[Saved entries]
────────────────────────────────────────

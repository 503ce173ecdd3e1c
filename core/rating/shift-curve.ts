import { requireFinite } from './validate';

/** A stage-variable shift: (gauge height m, shift m) points, linear between them, constant beyond the ends. */
export interface ShiftCurve {
  points: { stage_m: number; shift_m: number }[];
}

/** A shift curve with one shift (m) at every stage. */
export function constantShift(shift_m: number): ShiftCurve {
  requireFinite('constantShift', 'shift_m', shift_m);
  return { points: [{ stage_m: 0, shift_m }] };
}

/** Checks a shift curve: at least one point, finite values, stages strictly ascending. Throws a RangeError. */
export function validateShiftCurve(fn: string, curve: ShiftCurve): void {
  const points = curve?.points;
  if (!Array.isArray(points) || points.length === 0) {
    throw new RangeError(`${fn} needs a shift curve with at least one (stage, shift) point`);
  }
  for (let i = 0; i < points.length; i++) {
    requireFinite(fn, `stage_m of shift point ${i}`, points[i].stage_m);
    requireFinite(fn, `shift_m of shift point ${i}`, points[i].shift_m);
    if (i > 0 && !(points[i].stage_m > points[i - 1].stage_m)) {
      throw new RangeError(
        `${fn} needs shift points sorted by stage_m, strictly ascending; point ${i} at ${points[i].stage_m} m is not above point ${i - 1} at ${points[i - 1].stage_m} m`,
      );
    }
  }
}

/** The shift (m) a stage-variable shift curve gives at gauge height stage_m (m). */
export function shiftFromCurve(curve: ShiftCurve, stage_m: number): number {
  validateShiftCurve('shiftFromCurve', curve);
  requireFinite('shiftFromCurve', 'stage_m', stage_m);
  return interpolateShift(curve, stage_m);
}

/** shiftFromCurve without validation, for callers that validated the curve already. */
export function interpolateShift(curve: ShiftCurve, stage_m: number): number {
  const points = curve.points;
  const last = points.length - 1;
  if (stage_m <= points[0].stage_m) return points[0].shift_m;
  if (stage_m >= points[last].stage_m) return points[last].shift_m;
  let k = 1;
  while (points[k].stage_m < stage_m) k++;
  const a = points[k - 1];
  const b = points[k];
  const w = (stage_m - a.stage_m) / (b.stage_m - a.stage_m);
  return a.shift_m + w * (b.shift_m - a.shift_m);
}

────────────────────────────────────────

- [EXERCISE DETAILS]: Output the records above exactly, from their first line through the line that contains "every stage. */", and add nothing.

- [RESULT]:
repository 503ce173ecdd3e1c
filename core/rating/shift-curve.ts
import { requireFinite } from './validate';

/** A stage-variable shift: (gauge height m, shift m) points, linear between them, constant beyond the ends. */
export interface ShiftCurve {
  points: { stage_m: number; shift_m: number }[];
}

/** A shift curve with one shift (m) at every stage. */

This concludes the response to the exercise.